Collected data

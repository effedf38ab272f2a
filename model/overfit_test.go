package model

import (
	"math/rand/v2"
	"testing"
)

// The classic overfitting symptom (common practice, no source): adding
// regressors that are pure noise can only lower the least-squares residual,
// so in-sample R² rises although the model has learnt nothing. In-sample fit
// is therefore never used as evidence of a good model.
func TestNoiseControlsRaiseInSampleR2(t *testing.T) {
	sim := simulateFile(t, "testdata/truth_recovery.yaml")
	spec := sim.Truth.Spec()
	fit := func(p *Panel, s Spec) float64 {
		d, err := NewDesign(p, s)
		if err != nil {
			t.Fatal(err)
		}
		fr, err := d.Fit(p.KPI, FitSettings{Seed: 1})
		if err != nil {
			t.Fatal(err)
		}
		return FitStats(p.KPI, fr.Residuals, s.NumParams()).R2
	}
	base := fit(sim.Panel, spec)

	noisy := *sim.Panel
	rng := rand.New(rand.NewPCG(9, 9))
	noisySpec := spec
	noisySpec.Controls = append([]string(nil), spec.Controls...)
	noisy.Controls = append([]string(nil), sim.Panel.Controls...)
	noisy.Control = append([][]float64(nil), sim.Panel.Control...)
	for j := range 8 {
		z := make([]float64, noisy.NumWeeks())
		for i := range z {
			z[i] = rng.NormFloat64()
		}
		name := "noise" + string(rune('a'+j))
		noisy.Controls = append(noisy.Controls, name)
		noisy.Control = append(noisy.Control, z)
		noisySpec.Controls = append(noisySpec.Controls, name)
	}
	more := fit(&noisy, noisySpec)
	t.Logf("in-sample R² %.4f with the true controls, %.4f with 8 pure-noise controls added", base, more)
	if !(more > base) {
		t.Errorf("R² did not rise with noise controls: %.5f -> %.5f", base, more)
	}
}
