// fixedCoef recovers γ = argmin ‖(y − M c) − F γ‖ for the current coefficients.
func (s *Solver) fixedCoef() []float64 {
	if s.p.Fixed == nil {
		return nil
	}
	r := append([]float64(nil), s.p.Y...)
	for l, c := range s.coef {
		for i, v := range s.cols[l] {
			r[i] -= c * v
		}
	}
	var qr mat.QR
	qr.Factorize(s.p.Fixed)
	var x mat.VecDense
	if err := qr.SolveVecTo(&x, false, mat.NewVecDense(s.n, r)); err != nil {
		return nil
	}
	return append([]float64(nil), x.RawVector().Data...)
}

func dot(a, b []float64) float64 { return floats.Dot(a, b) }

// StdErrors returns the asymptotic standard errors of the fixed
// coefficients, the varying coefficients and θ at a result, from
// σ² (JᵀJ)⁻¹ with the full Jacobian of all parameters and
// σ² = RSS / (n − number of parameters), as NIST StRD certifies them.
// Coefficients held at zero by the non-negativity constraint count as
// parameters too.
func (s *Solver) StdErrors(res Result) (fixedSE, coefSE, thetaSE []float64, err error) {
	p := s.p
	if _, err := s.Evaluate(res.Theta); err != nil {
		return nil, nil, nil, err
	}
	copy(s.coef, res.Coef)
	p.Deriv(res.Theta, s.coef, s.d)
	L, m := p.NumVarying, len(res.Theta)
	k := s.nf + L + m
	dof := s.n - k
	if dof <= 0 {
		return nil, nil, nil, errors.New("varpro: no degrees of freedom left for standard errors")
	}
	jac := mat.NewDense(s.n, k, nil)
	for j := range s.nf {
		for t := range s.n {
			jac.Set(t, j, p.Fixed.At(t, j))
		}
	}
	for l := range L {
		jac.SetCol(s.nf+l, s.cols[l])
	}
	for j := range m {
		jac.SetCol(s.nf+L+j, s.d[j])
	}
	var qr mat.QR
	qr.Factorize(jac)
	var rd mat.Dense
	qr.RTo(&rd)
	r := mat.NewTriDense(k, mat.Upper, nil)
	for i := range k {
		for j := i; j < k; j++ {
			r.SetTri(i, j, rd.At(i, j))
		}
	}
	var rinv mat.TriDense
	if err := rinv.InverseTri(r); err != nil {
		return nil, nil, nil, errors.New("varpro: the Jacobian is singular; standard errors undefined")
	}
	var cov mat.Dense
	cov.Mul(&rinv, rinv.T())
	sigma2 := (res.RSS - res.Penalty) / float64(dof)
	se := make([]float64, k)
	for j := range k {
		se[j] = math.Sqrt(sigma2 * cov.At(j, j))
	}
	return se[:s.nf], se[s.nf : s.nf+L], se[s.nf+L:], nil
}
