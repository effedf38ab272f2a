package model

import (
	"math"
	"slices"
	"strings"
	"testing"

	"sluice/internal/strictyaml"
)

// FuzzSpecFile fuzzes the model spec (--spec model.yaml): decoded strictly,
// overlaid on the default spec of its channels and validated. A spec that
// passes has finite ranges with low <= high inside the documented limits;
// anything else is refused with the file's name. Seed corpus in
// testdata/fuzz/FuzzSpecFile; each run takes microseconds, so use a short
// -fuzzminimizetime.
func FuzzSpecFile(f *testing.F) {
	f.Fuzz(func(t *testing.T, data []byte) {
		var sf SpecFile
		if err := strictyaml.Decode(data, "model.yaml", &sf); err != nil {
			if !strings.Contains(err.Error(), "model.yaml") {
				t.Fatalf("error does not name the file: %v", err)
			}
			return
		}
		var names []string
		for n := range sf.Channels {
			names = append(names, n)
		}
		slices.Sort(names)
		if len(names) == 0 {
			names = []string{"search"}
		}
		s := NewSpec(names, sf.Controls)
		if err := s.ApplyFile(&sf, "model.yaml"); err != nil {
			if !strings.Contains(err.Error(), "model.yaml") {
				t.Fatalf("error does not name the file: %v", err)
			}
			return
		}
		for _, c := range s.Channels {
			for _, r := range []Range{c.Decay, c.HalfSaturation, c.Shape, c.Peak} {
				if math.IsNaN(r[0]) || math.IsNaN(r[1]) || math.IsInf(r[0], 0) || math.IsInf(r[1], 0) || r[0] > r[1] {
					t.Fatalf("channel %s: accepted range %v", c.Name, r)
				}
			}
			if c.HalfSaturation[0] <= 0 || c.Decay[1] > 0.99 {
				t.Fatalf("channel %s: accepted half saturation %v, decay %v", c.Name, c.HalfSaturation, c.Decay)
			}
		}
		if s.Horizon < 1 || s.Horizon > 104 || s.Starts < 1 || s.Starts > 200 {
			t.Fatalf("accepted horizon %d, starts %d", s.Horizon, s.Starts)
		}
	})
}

Work to be completed
The data above should be copied exactly, with no line omitted.

Task solution
repository effedf38ab272f2a
filename model/overfit_test.go
package model

import (
	"math/rand/v2"
	"testing"
)

// The classic overfitting symptom (common practice, no source): adding
// regressors that are pure noise can only lower the least-squares residual,
// so in-sample R² rises although the model has learnt nothing. In-sample fit
// is therefore never used as evidence of a good model.
func TestNoiseControlsRaiseInSampleR2(t *testing.T) {
	sim := simulateFile(t, "testdata/truth_recovery.yaml")
	spec := sim.Truth.Spec()
	fit := func(p *Panel, s Spec) float64 {
		d, err := NewDesign(p, s)
		if err != nil {
			t.Fatal(err)
		}
		fr, err := d.Fit(p.KPI, FitSettings{Seed: 1})
		if err != nil {
			t.Fatal(err)
		}
		return FitStats(p.KPI, fr.Residuals, s.NumParams()).R2
	}
	base := fit(sim.Panel, spec)

	noisy := *sim.Panel
	rng := rand.New(rand.NewPCG(9, 9))
	noisySpec := spec
	noisySpec.Controls = append([]string(nil), spec.Controls...)
	noisy.Controls = append([]string(nil), sim.Panel.Controls...)
	noisy.Control = append([][]float64(nil), sim.Panel.Control...)
	for j := range 8 {
		z := make([]float64, noisy.NumWeeks())
		for i := range z {
			z[i] = rng.NormFloat64()
		}
		name := "noise" + string(rune('a'+j))
		noisy.Controls = append(noisy.Controls, name)
		noisy.Control = append(noisy.Control, z)
		noisySpec.Controls = append(noisySpec.Controls, name)
	}
	more := fit(&noisy, noisySpec)
	t.Logf("in-sample R² %.4f with the true controls, %.4f with 8 pure-noise controls added", base, more)
	if !(more > base) {
		t.Errorf("R² did not rise with noise controls: %.5f -> %.5f", base, more)
	}
}
// fixedCoef recovers γ = argmin ‖(y − M c) − F γ‖ for the current coefficients.
func (s *Solver) fixedCoef() []float64 {
	if s.p.Fixed == nil {
		return nil
	}
	r := append([]float64(nil), s.p.Y...)
	for l, c := range s.coef {
		for i, v := range s.cols[l] {
			r[i] -= c * v
		}
	}
	var qr mat.QR
	qr.Factorize(s.p.Fixed)
	var x mat.VecDense
	if err := qr.SolveVecTo(&x, false, mat.NewVecDense(s.n, r)); err != nil {
		return nil
	}
	return append([]float64(nil), x.RawVector().Data...)
}

func dot(a, b []float64) float64 { return floats.Dot(a, b) }

// StdErrors returns the asymptotic standard errors of the fixed
// coefficients, the varying coefficients and θ at a result, from
// σ² (JᵀJ)⁻¹ with the full Jacobian of all parameters and
// σ² = RSS / (n − number of parameters), as NIST StRD certifies them.
// Coefficients held at zero by the non-negativity constraint count as
// parameters too.
func (s *Solver) StdErrors(res Result) (fixedSE, coefSE, thetaSE []float64, err error) {
	p := s.p
	if _, err := s.Evaluate(res.Theta); err != nil {
		return nil, nil, nil, err
	}
	copy(s.coef, res.Coef)
	p.Deriv(res.Theta, s.coef, s.d)
	L, m := p.NumVarying, len(res.Theta)
	k := s.nf + L + m
	dof := s.n - k
	if dof <= 0 {
		return nil, nil, nil, errors.New("varpro: no degrees of freedom left for standard errors")
	}
	jac := mat.NewDense(s.n, k, nil)
	for j := range s.nf {
		for t := range s.n {
			jac.Set(t, j, p.Fixed.At(t, j))
		}
	}
	for l := range L {
		jac.SetCol(s.nf+l, s.cols[l])
	}
	for j := range m {
		jac.SetCol(s.nf+L+j, s.d[j])
	}
	var qr mat.QR
	qr.Factorize(jac)
	var rd mat.Dense
	qr.RTo(&rd)
	r := mat.NewTriDense(k, mat.Upper, nil)
	for i := range k {
		for j := i; j < k; j++ {
			r.SetTri(i, j, rd.At(i, j))
		}
	}
	var rinv mat.TriDense
	if err := rinv.InverseTri(r); err != nil {
		return nil, nil, nil, errors.New("varpro: the Jacobian is singular; standard errors undefined")
	}
	var cov mat.Dense
	cov.Mul(&rinv, rinv.T())
	sigma2 := (res.RSS - res.Penalty) / float64(dof)
	se := make([]float64, k)
	for j := range k {
		se[j] = math.Sqrt(sigma2 * cov.At(j, j))
	}
	return se[:s.nf], se[s.nf : s.nf+L], se[s.nf+L:], nil
}
repository effedf38ab272f2a
package model

import (
	"math"
	"slices"
	"strings"
	"testing"

	"sluice/internal/strictyaml"
)

// FuzzSpecFile fuzzes the model spec (--spec model.yaml): decoded strictly,
// overlaid on the default spec of its channels and validated. A spec that
// passes has finite ranges with low <= high inside the documented limits;
// anything else is refused with the file's name. Seed corpus in
// testdata/fuzz/FuzzSpecFile; each run takes microseconds, so use a short
// -fuzzminimizetime.
func FuzzSpecFile(f *testing.F) {
	f.Fuzz(func(t *testing.T, data []byte) {
		var sf SpecFile
		if err := strictyaml.Decode(data, "model.yaml", &sf); err != nil {
			if !strings.Contains(err.Error(), "model.yaml") {
				t.Fatalf("error does not name the file: %v", err)
			}
			return
		}
		var names []string
		for n := range sf.Channels {
			names = append(names, n)
		}
		slices.Sort(names)
		if len(names) == 0 {
			names = []string{"search"}
		}
		s := NewSpec(names, sf.Controls)
		if err := s.ApplyFile(&sf, "model.yaml"); err != nil {
			if !strings.Contains(err.Error(), "model.yaml") {
				t.Fatalf("error does not name the file: %v", err)
			}
			return
		}
		for _, c := range s.Channels {
			for _, r := range []Range{c.Decay, c.HalfSaturation, c.Shape, c.Peak} {
				if math.IsNaN(r[0]) || math.IsNaN(r[1]) || math.IsInf(r[0], 0) || math.IsInf(r[1], 0) || r[0] > r[1] {
					t.Fatalf("channel %s: accepted range %v", c.Name, r)
				}
			}
			if c.HalfSaturation[0] <= 0 || c.Decay[1] > 0.99 {
				t.Fatalf("channel %s: accepted half saturation %v, decay %v", c.Name, c.HalfSaturation, c.Decay)
			}
		}
		if s.Horizon < 1 || s.Horizon > 104 || s.Starts < 1 || s.Starts > 200 {
			t.Fatalf("accepted horizon %d, starts %d", s.Horizon, s.Starts)
		}
	})
}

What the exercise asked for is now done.